TO DO. A line below contains "assert len(matches) == 1, [f.subject", and a later one contains "junction = 25.0". Repeat both, with every line between them, exactly.

RECORD EXTRACTS.
import pytest
from firstride_rules.controller.current_sense import RULE as CURRENT_SENSE
from firstride_rules.controller.freewheel import RULE as FREEWHEEL
from firstride_rules.controller.switch_thermal import RULE as SWITCH_THERMAL

from reviewer.findings import Comparison, Finding, Severity
from reviewer.testing import rule_outputs, run_rule_on

# Invented parts: a 7S li-ion pack (29.4 V full, 4.2 V a cell, Linden, from memory), a brushed
# motor of 0.25 ohm, and a controller with a 10 mOhm switch on a heatsink.
FULL_VOLTAGE = 7 * 4.2
WINDING = 0.25
SWITCH = 0.010
STALL = FULL_VOLTAGE / (WINDING + SWITCH)  # Chapman (from memory): V / R_loop = 113.1 A
HOT_FACTOR = 1.7  # the default profile's Rds(on) rise, from memory
MOTOR: dict[str, Any] = {
    "name": "rear",
    "type": "brushed",
    "kv": "100 rpm/V",
    "winding_resistance": f"{WINDING} ohm",
    "rated_current": "20 A",
    "insulation_class": "F",
}
CONTROLLER: dict[str, Any] = {
    "motor_current_limit": "20 A",
    "current_limit_kind": "software",
    "pwm_frequency": "4 kHz",
    "switch_on_resistance": f"{SWITCH} ohm",
    "switch_max_current": "60 A",
    "switch_rise_time": "100 ns",
    "switch_fall_time": "100 ns",
    "switch_max_junction_temperature": "150 degC",
    "switch_thermal_resistance_junction_case": "1 K/W",
    "switch_thermal_resistance_case_sink": "0.5 K/W",
    "switch_thermal_resistance_sink_air": "4 K/W",
    "freewheel_diode": True,
    "diode_reverse_voltage": "60 V",
    "diode_average_current": "20 A",
    "diode_peak_current": "40 A",
    "current_sensor_range": "150 A",
    "current_samples_averaged": 200,
    "current_sample_rate": "10 kHz",
}


def build(motor: dict[str, Any] | None = None, **controller: Any) -> dict[str, Any]:
    """The base build; a controller field set to None is left out."""
    fields = {**copy.deepcopy(CONTROLLER), **controller}
    return {
        "battery": {"chemistry": "li-ion", "cells_series": 7},
        "motors": [{**copy.deepcopy(MOTOR), **(motor or {})}],
        "controller": {k: v for k, v in fields.items() if v is not None},
        "usage": {"ambient_temperature": "25 degC"},
    }


def by_subject(findings: list[Finding], subject: str) -> Finding:
    matches = [f for f in findings if f.subject == subject]
    assert len(matches) == 1, [f.subject for f in findings]
    return matches[0]


def figure(figures: list, name: str) -> float:
    matches = [f for f in figures if f.name == name]
    assert len(matches) == 1, [f.name for f in figures]
    return float(matches[0].value.magnitude)


def junction(findings: list[Finding]) -> Finding:
    """The junction-temperature finding (the switch's current rating is judged beside it)."""
    return next(f for f in findings if f.subject != "controller switch current rating")


def number_in(text: str | None, pattern: str) -> float:
    assert text is not None
    match = re.search(pattern, text)
    assert match, text
    return float(match.group(1))


def test_rule_ids() -> None:
    assert [r.id for r in (SWITCH_THERMAL, FREEWHEEL, CURRENT_SENSE)] == [
        "controller.switch-thermal",
        "controller.freewheel",
        "controller.current-sense",
    ]


# --- controller.switch-thermal ------------------------------------------------------------------


def test_switch_losses_and_junction_temperature_by_hand() -> None:
    findings, figures, _ = rule_outputs(SWITCH_THERMAL, build())
    # P = I^2 R D: 20 A through 10 mOhm x 1.7 (hot) at D = 1 is 6.8 W
    conduction = 20.0**2 * SWITCH * HOT_FACTOR
    assert figure(figures, "switch conduction loss") == pytest.approx(conduction)
    # from memory: Mohan, Undeland and Robbins, 0.5 V I (tr + tf) f_sw
    # 0.5 x 29.4 V x 20 A x 200 ns x 4 kHz = 0.2352 W
    switching = 0.5 * FULL_VOLTAGE * 20.0 * 200e-9 * 4e3
    assert figure(figures, "switch switching loss") == pytest.approx(switching)
    # from memory: JEDEC JESD51, Tj = Ta + P (1 + 0.5 + 4 K/W) = 25 + 7.035 x 5.5 = 63.7 degC
    junction = 25.0 + (conduction + switching) * 5.5
    assert figure(figures, "switch junction temperature") == pytest.approx(junction)
    finding = by_subject(findings, "controller switch")
    assert finding.severity is Severity.PASS
    assert finding.limit.m_as("degC") == pytest.approx(150.0 - 25.0)  # rating less the margin
    assert finding.remedy is None


@pytest.mark.parametrize(
    ("sink_air", "severity"),
    [
        ("4 K/W", Severity.PASS),  # JESD51 sum: 63.7 degC
        ("14.5 K/W", Severity.FIX),  # 25 + 7.035 x 16 = 137.6 degC: under 150, over 125
        ("20 K/W", Severity.STOP),  # 25 + 7.035 x 21.5 = 176.3 degC: over the 150 degC rating
    ],
)
def test_junction_against_rating_and_margin(sink_air: str, severity: Severity) -> None:
    finding = junction(
        run_rule_on(SWITCH_THERMAL, build(switch_thermal_resistance_sink_air=sink_air))
    )
    assert finding.severity is severity


def test_hot_switch_remedies_each_pass_when_rerun() -> None:
    # JEDEC JESD51 sum: each remedy value alone brings Tj to 125 degC or below
    finding = junction(
        run_rule_on(SWITCH_THERMAL, build(switch_thermal_resistance_sink_air="20 K/W"))
    )
    assert finding.severity is Severity.STOP
    sink = number_in(finding.remedy, r"heatsink of at most ([\d.]+) K/W")
    amps = number_in(finding.remedy, r"motor_current_limit at or below ([\d.]+) A")
    milliohm = number_in(finding.remedy, r"switch of at most ([\d.]+) mΩ")
    reruns = [
        build(switch_thermal_resistance_sink_air=f"{sink} K/W"),
        build(switch_thermal_resistance_sink_air="20 K/W", motor_current_limit=f"{amps} A"),
        build(switch_thermal_resistance_sink_air="20 K/W", switch_on_resistance=f"{milliohm} mohm"),
    ]
    for data in reruns:
        assert junction(run_rule_on(SWITCH_THERMAL, data)).severity is Severity.PASS
    # and the current is the highest tenth of an ampere that passes
    over = build(
        switch_thermal_resistance_sink_air="20 K/W", motor_current_limit=f"{amps + 0.1:.1f} A"
    )
    assert junction(run_rule_on(SWITCH_THERMAL, over)).severity is not Severity.PASS


def test_max_duty_scales_the_conduction_loss() -> None:
    # P = I^2 R D: half the duty, half the conduction loss
    _, full, assumptions = rule_outputs(SWITCH_THERMAL, build())
    _, half, _ = rule_outputs(SWITCH_THERMAL, build(max_duty="50 %"))
    assert figure(half, "switch conduction loss") == pytest.approx(
        0.5 * figure(full, "switch conduction loss")
    )
    assert any("D = 1" in a.text for a in assumptions)


def test_no_current_limit_checks_the_stall_current() -> None:
    # Chapman (from memory): with no limit the switch carries V / R_loop = 113 A
    findings, figures, assumptions = rule_outputs(SWITCH_THERMAL, build(motor_current_limit=None))
    assert figure(figures, "switch conduction loss") == pytest.approx(
        STALL**2 * SWITCH * HOT_FACTOR
    )
    finding = junction(findings)
    assert finding.severity is Severity.STOP  # 217 W into 5.5 K/W
    assert "fit a current limit" in finding.remedy
    assert any("No controller current limit" in a.text for a in assumptions)


def test_default_ambient_is_flagged() -> None:
    data = build()
    del data["usage"]
    _, figures, assumptions = rule_outputs(SWITCH_THERMAL, data)
    assert any("usage.ambient_temperature not given" in a.text for a in assumptions)
    # JEDEC JESD51 sum from the profile's 35 degC: 35 + 7.035 W x 5.5 K/W = 73.7 degC
    assert figure(figures, "switch junction temperature") == pytest.approx(73.69, abs=0.01)


def test_switch_thermal_names_missing_fields() -> None:
    data = build()
    data["controller"] = {"motor_current_limit": "20 A"}
    finding = junction(run_rule_on(SWITCH_THERMAL, data))
    assert finding.severity is Severity.UNASSESSED
    assert finding.missing == (
        "controller.switch_on_resistance",
        "controller.switch_rise_time",
        "controller.switch_fall_time",
        "controller.pwm_frequency",
        "controller.switch_max_junction_temperature",
        "controller.switch_thermal_resistance_junction_case",
        "controller.switch_thermal_resistance_case_sink",
        "controller.switch_thermal_resistance_sink_air",
    )


def test_switch_thermal_without_limit_or_stall_inputs() -> None:
    data = build(motor_current_limit=None)
    del data["battery"]
    finding = junction(run_rule_on(SWITCH_THERMAL, data))
    assert finding.severity is Severity.UNASSESSED
    assert finding.missing == ("battery", "controller.motor_current_limit")


def test_no_controller_names_every_switch_field() -> None:
    data = build()
    del data["controller"]
    finding = junction(run_rule_on(SWITCH_THERMAL, data))
    assert finding.severity is Severity.UNASSESSED
    # the eight switch fields; the current is known without a limit (the stall current)
    assert len(finding.missing) == 8
    assert "controller.motor_current_limit" not in finding.missing
    freewheel = run_rule_on(FREEWHEEL, data)[0]
    assert freewheel.severity is Severity.UNASSESSED
    assert freewheel.missing == ("controller.freewheel_diode",)


# --- controller.freewheel -----------------------------------------------------------------------


def test_freewheel_diode_keeps_the_switch_cool() -> None:
    # common practice: a freewheel diode across the motor keeps the switch cool; a build
    # without one is STOP, with one the switch thermal check passes
    without = run_rule_on(FREEWHEEL, build(freewheel_diode=False))
    assert [f.severity for f in without] == [Severity.STOP]
    assert "avalanche" in without[0].rationale
    with_diode = run_rule_on(FREEWHEEL, build())
    assert {f.severity for f in with_diode} == {Severity.PASS}
    assert junction(run_rule_on(SWITCH_THERMAL, build())).severity is Severity.PASS


def test_missing_diode_remedy_names_ratings_that_pass() -> None:
    finding = run_rule_on(FREEWHEEL, build(freewheel_diode=False))[0]
    volts = number_in(finding.remedy, r"at least (\d+) V reverse")
    average = number_in(finding.remedy, r"(\d+) A average")
    peak = number_in(finding.remedy, r"(\d+) A peak")
    assert volts == 37  # 29.4 V x 1.25 (common practice) = 36.75 V, rounded up
    assert peak == 20  # the current limit
    rerun = build(
        diode_reverse_voltage=f"{volts} V",
        diode_average_current=f"{average} A",
        diode_peak_current=f"{peak} A",
    )
    assert {f.severity for f in run_rule_on(FREEWHEEL, rerun)} == {Severity.PASS}


def test_worst_average_diode_current_at_the_limit() -> None:
    # I (1 - D) (from memory) at the duty that holds a locked rotor at the 20 A limit:
    # D = 20 A x 0.26 ohm / 29.4 V = 0.177, so 20 x 0.823 = 16.5 A
    duty = 20.0 * (WINDING + SWITCH) / FULL_VOLTAGE
    expected = 20.0 * (1 - duty)
    findings, figures, _ = rule_outputs(FREEWHEEL, build(diode_average_current="15 A"))
    assert figure(figures, "freewheel diode average current, worst duty") == pytest.approx(expected)
    finding = by_subject(findings, "freewheel diode average current")
    assert finding.severity is Severity.FIX
    assert finding.comparison is Comparison.AT_LEAST
    assert finding.limit.m_as("A") == pytest.approx(expected)
    assert "17 A average" in finding.remedy


def test_without_a_limit_the_diode_sees_a_quarter_of_the_stall_current() -> None:
    # derived from I (1 - D) with I = D I_stall: largest at D = 0.5, I_stall / 4 = 28.3 A;
    # the peak is the whole stall current (Chapman, from memory)
    findings, _, _ = rule_outputs(FREEWHEEL, build(motor_current_limit=None))
    average = by_subject(findings, "freewheel diode average current")
    assert average.limit.m_as("A") == pytest.approx(STALL / 4)
    assert average.severity is Severity.FIX  # 20 A rating
    peak = by_subject(findings, "freewheel diode peak current")
    assert peak.limit.m_as("A") == pytest.approx(STALL)
    assert peak.severity is Severity.FIX


def test_low_reverse_rating_is_fix() -> None:
    # common practice: 1.25 x the 29.4 V full pack = 36.75 V; a 35 V diode is short
    finding = by_subject(
        run_rule_on(FREEWHEEL, build(diode_reverse_voltage="35 V")),
        "freewheel diode reverse voltage",
    )
    assert finding.severity is Severity.FIX
    assert finding.limit.m_as("V") == pytest.approx(FULL_VOLTAGE * 1.25)
    assert finding.remedy == "use a diode with a reverse rating of at least 37 V"
    rerun = build(diode_reverse_voltage="37 V")
    assert by_subject(run_rule_on(FREEWHEEL, rerun), finding.subject).severity is Severity.PASS


def test_reverse_rating_below_the_full_pack_is_stop() -> None:
    # a 25 V diode under a 29.4 V full pack (4.2 V a cell, from memory) breaks down while the
    # switch conducts: a stop, as voltage.ratings judges the same diode (it was a fix here)
    finding = by_subject(
        run_rule_on(FREEWHEEL, build(diode_reverse_voltage="25 V")),
        "freewheel diode reverse voltage",
    )
    assert finding.severity is Severity.STOP
    assert "below the 29.4 V it sees" in finding.rationale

ANSWER BELOW.
    assert len(matches) == 1, [f.subject for f in findings]
    return matches[0]


def figure(figures: list, name: str) -> float:
    matches = [f for f in figures if f.name == name]
    assert len(matches) == 1, [f.name for f in figures]
    return float(matches[0].value.magnitude)


def junction(findings: list[Finding]) -> Finding:
    """The junction-temperature finding (the switch's current rating is judged beside it)."""
    return next(f for f in findings if f.subject != "controller switch current rating")


def number_in(text: str | None, pattern: str) -> float:
    assert text is not None
    match = re.search(pattern, text)
    assert match, text
    return float(match.group(1))


def test_rule_ids() -> None:
    assert [r.id for r in (SWITCH_THERMAL, FREEWHEEL, CURRENT_SENSE)] == [
        "controller.switch-thermal",
        "controller.freewheel",
        "controller.current-sense",
    ]


# --- controller.switch-thermal ------------------------------------------------------------------


def test_switch_losses_and_junction_temperature_by_hand() -> None:
    findings, figures, _ = rule_outputs(SWITCH_THERMAL, build())
    # P = I^2 R D: 20 A through 10 mOhm x 1.7 (hot) at D = 1 is 6.8 W
    conduction = 20.0**2 * SWITCH * HOT_FACTOR
    assert figure(figures, "switch conduction loss") == pytest.approx(conduction)
    # from memory: Mohan, Undeland and Robbins, 0.5 V I (tr + tf) f_sw
    # 0.5 x 29.4 V x 20 A x 200 ns x 4 kHz = 0.2352 W
    switching = 0.5 * FULL_VOLTAGE * 20.0 * 200e-9 * 4e3
    assert figure(figures, "switch switching loss") == pytest.approx(switching)
    # from memory: JEDEC JESD51, Tj = Ta + P (1 + 0.5 + 4 K/W) = 25 + 7.035 x 5.5 = 63.7 degC
    junction = 25.0 + (conduction + switching) * 5.5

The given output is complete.